─── RAW DATA
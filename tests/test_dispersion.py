"""Single-particle dispersion against Taylor (1921) and LaCasce (2008).

External references named beside each check:

- Taylor, G. I. (1921), "Diffusion by continuous movements", Proc. London
  Math. Soc. s2-20 (volume from memory): for a velocity with
  autocorrelation R(tau) = exp(-|tau|/T_L) (an Ornstein-Uhlenbeck process),
  K = sigma^2 T_L and <x'^2>(t) = 2 sigma^2 T_L [t - T_L (1 - exp(-t/T_L))],
  which tends to sigma^2 t^2 for t << T_L and 2 sigma^2 T_L t for t >> T_L
  (the closed form is *derived* from Taylor's integral);
- LaCasce, J. H. (2008), "Statistics from Lagrangian observations", Prog.
  Oceanogr. 77, 1-29: an oscillation in the velocity makes R oscillate, so
  the integral to the first zero crossing underestimates T_L;
- the exact AR(1) recursion u_{n+1} = phi u_n + sqrt(1 - phi^2) sigma xi,
  phi = exp(-dt/T_L), samples the Ornstein-Uhlenbeck process without
  discretisation error (common knowledge of the process).

The tolerances below were chosen for the ensemble sizes used (about 3
standard errors of the estimators at these record lengths) and hold for
the fixed seeds.
"""

from __future__ import annotations

import numpy as np
import pandas as pd
import pytest
from scipy.signal import lfilter

from driftloop import dispersion
from driftloop.physics import inertial_period_s

T_L = 2 * 86400.0  # 2 days
SIGMA = 0.1  # m/s
DT = 3 * 3600.0  # 3-hourly drift velocities


def ou_ensemble(seed, n_series, n_samples, dt=DT, t_l=T_L, sigma=SIGMA):
    """Exact AR(1) samples of a stationary Ornstein-Uhlenbeck velocity."""
    rng = np.random.default_rng(seed)
    phi = np.exp(-dt / t_l)
    noise = rng.normal(0.0, sigma * np.sqrt(1 - phi**2), (n_series, n_samples))
    noise[:, 0] = rng.normal(0.0, sigma, n_series)  # start in the stationary state
    return lfilter([1.0], [1.0, -phi], noise, axis=1)


@pytest.fixture(scope="module")
def ensemble():
    # 24 drifters x 250 days, 3-hourly: 125 T_L per drifter
    u = ou_ensemble(11, 24, 2000)
    v = ou_ensemble(12, 24, 2000)
    return u, v


# The Ornstein-Uhlenbeck velocity has zero mean by construction, like a
# residual whose mean field was removed beforehand: demean="none" checks the
# estimators without the finite-record bias of removing each drifter's own
# mean (checked separately below).
EXACT = dict(demean="none")


def test_ornstein_uhlenbeck_gives_taylor_t_l_sigma2_and_k(ensemble):
    u, v = ensemble
    stats = dispersion.single_particle_statistics(u, v, DT, max_lag_s=20 * T_L, n_boot=400,
                                                  **EXACT)
    for name in ("u", "v", "vector"):
        st = stats[name]
        assert st.method == "first_zero" and st.limit_found
        # Taylor (1921) with R = exp(-tau/T_L): T_L, sigma^2, K = sigma^2 T_L
        assert st.variance_m2_s2 == pytest.approx(SIGMA**2, rel=0.06)
        assert st.integral_time_s == pytest.approx(T_L, rel=0.20)
        assert st.diffusivity_m2_s == pytest.approx(SIGMA**2 * T_L, rel=0.22)
    vec = stats["vector"]
    assert vec.integral_time_s == pytest.approx(T_L, rel=0.15)
    # the bootstrap intervals bracket the estimate and the known truth
    low, high = vec.integral_time_ci_s
    assert low < vec.integral_time_s < high and low < T_L < high
    low, high = vec.diffusivity_ci_m2_s
    assert low < SIGMA**2 * T_L < high
    assert vec.blocks >= dispersion.MIN_BLOCKS
    # effective degrees of freedom N dt / (2 T_L) (common practice)
    assert vec.dof_effective == pytest.approx(u.size * DT / (2 * vec.integral_time_s))


def test_correlation_is_the_exponential_of_taylor(ensemble):
    u, v = ensemble
    r = dispersion.autocorrelation(u, DT, v, max_lag_s=3 * T_L, **EXACT)
    expected = np.exp(-r.lags_s / T_L)  # Taylor (1921), Ornstein-Uhlenbeck
    assert r.correlation[0] == 1.0
    assert np.max(np.abs(r.correlation - expected)) < 0.05


def test_dispersion_follows_taylor_and_tends_to_2_sigma2_t_l_t(ensemble):
    u, v = ensemble
    d = dispersion.displacement_dispersion(u, DT, v, max_lag_s=20 * T_L, **EXACT)
    t = d.times_s
    # Taylor (1921) for R = exp(-tau/T_L), closed form derived from his integral
    exact = 2 * SIGMA**2 * T_L * (t - T_L * (1 - np.exp(-t / T_L)))
    assert np.allclose(d.dispersion_m2[1:], exact[1:], rtol=0.12)
    # ballistic start: <x'^2> ~ sigma^2 t^2 for t << T_L (first 3-h step)
    assert d.dispersion_m2[1] == pytest.approx(SIGMA**2 * DT**2, rel=0.1)
    # diffusive limit: K(t) = 1/2 d<x'^2>/dt -> sigma^2 T_L for t >> T_L
    late = (t > 8 * T_L) & (t < 18 * T_L)
    assert np.mean(d.diffusivity_m2_s[late]) == pytest.approx(SIGMA**2 * T_L, rel=0.15)
    slope = np.polyfit(t[late], d.dispersion_m2[late], 1)[0]
    assert slope == pytest.approx(2 * SIGMA**2 * T_L, rel=0.15)


def test_removing_each_drifters_mean_lowers_the_dispersion_by_one_minus_t_over_t(ensemble):
    # Derived from Taylor (1921): removing the record mean of a series of
    # length T takes x'(t) - (t/T) x'(T), whose variance for t, T >> T_L is
    # 2 K t (1 - t/T).  With T = 250 d = 125 T_L, at t = 20 T_L: 0.84.
    u, v = ensemble
    raw = dispersion.displacement_dispersion(u, DT, v, max_lag_s=20 * T_L, demean="none")
    own = dispersion.displacement_dispersion(u, DT, v, max_lag_s=20 * T_L)
    record = u.shape[1] * DT
    ratio = own.dispersion_m2[-1] / raw.dispersion_m2[-1]
    # spread of the ratio over seeds: standard deviation 0.035, so 0.1 is ~3
    assert ratio == pytest.approx(1 - own.times_s[-1] / record, abs=0.1)
    assert ratio < 0.95  # the bias is there at this record length
    # and the covariance is lowered by about the variance of a record mean,
    # 2 sigma^2 T_L / T (0.016 sigma^2; derived likewise), at every lag well
    # inside the record; the tolerance is the sampling spread of the squared
    # means of 48 series (about 20 %, so 50 % is 2.5 standard deviations)
    c_raw = dispersion.autocorrelation(u, DT, v, max_lag_s=T_L, demean="none")
    c_own = dispersion.autocorrelation(u, DT, v, max_lag_s=T_L)
    lowered = (c_raw.covariance_m2_s2 - c_own.covariance_m2_s2) / SIGMA**2
    assert np.mean(lowered) == pytest.approx(2 * T_L / record, rel=0.5)
    assert np.ptp(lowered) < 0.2 * np.mean(lowered)  # the same at every lag


def test_gaps_do_not_bias_the_nan_aware_estimators(ensemble):
    u, v = (a.copy() for a in ensemble)
    rng = np.random.default_rng(3)
    for row in range(u.shape[0]):  # ten 2-day transmission gaps per drifter
        for start in rng.integers(0, u.shape[1] - 16, 10):
            u[row, start:start + 16] = np.nan
    full = dispersion.single_particle_statistics(*ensemble, DT, max_lag_s=20 * T_L, n_boot=50,
                                                 **EXACT)
    gappy = dispersion.single_particle_statistics(u, v, DT, max_lag_s=20 * T_L, n_boot=50,
                                                  **EXACT)
    assert gappy["vector"].samples < full["vector"].samples
    assert gappy["vector"].integral_time_s == pytest.approx(T_L, rel=0.15)
    assert gappy["vector"].variance_m2_s2 == pytest.approx(SIGMA**2, rel=0.06)


def test_lagged_sums_match_a_direct_count_of_pairs():
    # Direct definition of the NaN-aware estimator, one pair at a time
    rng = np.random.default_rng(5)
    series = [rng.normal(size=40), rng.normal(size=25)]
    series[0][[3, 4, 17]] = np.nan
    series[1][[0, 11]] = np.nan
    r = dispersion.autocorrelation(series, 60.0, max_lag_s=600.0)
    centred = [s - np.nanmean(s) for s in series]
    for k in range(11):
        products = [a[i] * a[i + k] for a in centred for i in range(a.size - k)
                    if np.isfinite(a[i]) and np.isfinite(a[i + k])]
        assert r.pairs[k] == len(products)
        assert r.covariance_m2_s2[k] == pytest.approx(np.mean(products), abs=1e-12)
    # displacements summed one window at a time, skipping windows with a gap
    d = dispersion.displacement_dispersion(series, 60.0, max_lag_s=600.0)
    for k in range(1, 11):
        squares = [(60.0 * a[i:i + k].sum()) ** 2 for a in centred for i in range(a.size - k + 1)
                   if np.isfinite(a[i:i + k]).all()]
        assert d.samples[k] == len(squares)
        assert d.dispersion_m2[k] == pytest.approx(np.mean(squares), rel=1e-10)


def test_integration_limits_on_analytic_correlations():
    tau = np.linspace(0.0, 20.0, 20001)
    # exp(-tau): fixed lag L gives 1 - exp(-L); no zero crossing is reported
    fixed = dispersion.integral_time_scale(tau, np.exp(-tau), "fixed_lag", fixed_lag_s=3.0)
    assert fixed.time_s == pytest.approx(1 - np.exp(-3.0), abs=1e-6) and fixed.limit_s == 3.0
    none = dispersion.integral_time_scale(tau, np.exp(-tau))
    assert not none.limit_found and none.limit_s == 20.0
    # damped cosine exp(-tau/5) cos(tau): first zero at pi/2, first minimum
    # just before pi (where d/dtau = 0: tan(tau) = -1/5 -> tau = pi - atan(0.2))
    r = np.exp(-tau / 5) * np.cos(tau)
    zero = dispersion.integral_time_scale(tau, r, "first_zero")
    minimum = dispersion.integral_time_scale(tau, r, "first_minimum")
    assert zero.limit_s == pytest.approx(np.pi / 2, abs=1e-6)
    assert minimum.limit_s == pytest.approx(np.pi - np.arctan(0.2), abs=2e-3)
    assert minimum.time_s < zero.time_s  # R < 0 between the two limits
    with pytest.raises(ValueError, match="fixed_lag_s"):
        dispersion.integral_time_scale(tau, r, "fixed_lag")
    with pytest.raises(ValueError, match="method"):
        dispersion.integral_time_scale(tau, r, "somewhere")


def test_inertial_oscillation_biases_the_first_zero_crossing_low():
    # LaCasce (2008): an oscillation left in the velocity makes R oscillate;
    # the first zero crossing then comes after about a quarter of an
    # inertial period and T_L and K from it are far too low, while a long
    # fixed lag lets the oscillation average out.
    dt = 3600.0
    lat = 45.0
    period = float(inertial_period_s(lat))  # 16.9 h
    omega = 2 * np.pi / period
    n = 24 * 200
    u = ou_ensemble(21, 16, n, dt=dt)
    v = ou_ensemble(22, 16, n, dt=dt)
    rng = np.random.default_rng(23)
    amp = 0.2  # m/s, twice the drift's sigma
    t = np.arange(n) * dt
    phase = rng.uniform(0, 2 * np.pi, (16, 1))
    ui = u + amp * np.cos(omega * t + phase)  # clockwise circles (northern hemisphere)
    vi = v - amp * np.sin(omega * t + phase)
    k_true = SIGMA**2 * T_L
    opts = dict(max_lag_s=8 * T_L, n_boot=20, block_s=20 * 86400.0, **EXACT)
    zero = dispersion.single_particle_statistics(ui, vi, dt, **opts)["vector"]
    fixed = dispersion.single_particle_statistics(ui, vi, dt, method="fixed_lag",
                                                  fixed_lag_s=6 * T_L, **opts)["vector"]
    minimum = dispersion.single_particle_statistics(ui, vi, dt, method="first_minimum",
                                                    **opts)["vector"]
    # the drift alone (same realisation): both limits give Taylor's K, within
    # the sampling spread of this ensemble (1600 T_L of record; 30 % is about
    # 3 standard errors)
    clean_zero = dispersion.single_particle_statistics(u, v, dt, **opts)["vector"]
    clean_fixed = dispersion.single_particle_statistics(u, v, dt, method="fixed_lag",
                                                        fixed_lag_s=6 * T_L, **opts)["vector"]
    assert clean_zero.diffusivity_m2_s == pytest.approx(k_true, rel=0.3)
    assert clean_fixed.diffusivity_m2_s == pytest.approx(k_true, rel=0.3)
    # with the oscillation: the first zero comes after a quarter period or so
    assert zero.limit_s < 0.35 * period
    assert zero.limit_s < minimum.limit_s < period
    assert minimum.integral_time_s < zero.integral_time_s
    # ... so T_L and K from it collapse
    assert zero.integral_time_s < 0.1 * T_L
    assert zero.diffusivity_m2_s < 0.4 * clean_zero.diffusivity_m2_s
    # the fixed lag keeps K: the oscillation adds only (A^2/2) sin(omega L)/omega
    # (17 m2/s here, derived) plus small cross terms
    assert fixed.diffusivity_m2_s == pytest.approx(clean_fixed.diffusivity_m2_s,
                                                   abs=0.1 * k_true)
    # ... while T_L (normalised by the larger variance) is still biased low
    assert fixed.integral_time_s < 0.5 * clean_fixed.integral_time_s


def test_table_per_drifter_and_for_the_release():
    u = ou_ensemble(31, 3, 1200)
    v = ou_ensemble(32, 3, 1200)
    frames = []
    for k in range(3):
        time = pd.Timestamp("2024-04-02T00:00Z") + pd.to_timedelta(np.arange(1200) * DT, "s")
        frame = pd.DataFrame({"drifter_id": f"D{k}", "time": time, "u_m_s": u[k],
                              "v_m_s": v[k]})
        frames.append(frame.drop(index=range(100, 130)))  # a gap: rows missing
    table = dispersion.dispersion_by_drifter(pd.concat(frames), DT, max_lag_s=15 * T_L,
                                             n_boot=50)
    assert list(table.columns) == list(dispersion.DISPERSION_COLUMNS)
    assert list(table["drifter_id"].unique()) == ["D0", "D1", "D2", "(release)"]
    rows = table.set_index(["drifter_id", "component"])
    assert rows.loc[("D0", "u"), "samples"] == 1170
    assert rows.loc[("(release)", "vector"), "samples"] == 3 * 1170
    # the missing rows are gaps: the release rows equal the pooled statistics
    # of the three series with NaN in the gap
    gapped_u, gapped_v = u.copy(), v.copy()
    gapped_u[:, 100:130] = np.nan
    gapped_v[:, 100:130] = np.nan
    direct = dispersion.single_particle_statistics(list(gapped_u), list(gapped_v), DT,
                                                   max_lag_s=15 * T_L, n_boot=50)["vector"]
    pooled = rows.loc[("(release)", "vector")]
    assert pooled["integral_time_s"] == pytest.approx(direct.integral_time_s, rel=1e-12)
    assert pooled["diffusivity_low_m2_s"] == pytest.approx(direct.diffusivity_ci_m2_s[0],
                                                           rel=1e-12)
    assert pooled["integral_time_s"] == pytest.approx(T_L, rel=0.3)
    single = dispersion.single_particle_statistics(gapped_u[1], gapped_v[1], DT,
                                                   max_lag_s=15 * T_L, n_boot=50)["u"]
    assert rows.loc[("D1", "u"), "variance_m2_s2"] == pytest.approx(single.variance_m2_s2)
    with pytest.raises(ValueError, match="uniform grid"):
        bad = frames[0].copy()
        bad.loc[bad.index[5], "time"] += pd.Timedelta(minutes=20)
        dispersion.dispersion_by_drifter(bad, DT)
──────
| TASK DESCRIPTION |
Scan the material above for the string "pooled". Copy each line that holds it.

| RESULT FOR THIS TASK |
    # the missing rows are gaps: the release rows equal the pooled statistics
    pooled = rows.loc[("(release)", "vector")]
    assert pooled["integral_time_s"] == pytest.approx(direct.integral_time_s, rel=1e-12)
    assert pooled["diffusivity_low_m2_s"] == pytest.approx(direct.diffusivity_ci_m2_s[0],
    assert pooled["integral_time_s"] == pytest.approx(T_L, rel=0.3)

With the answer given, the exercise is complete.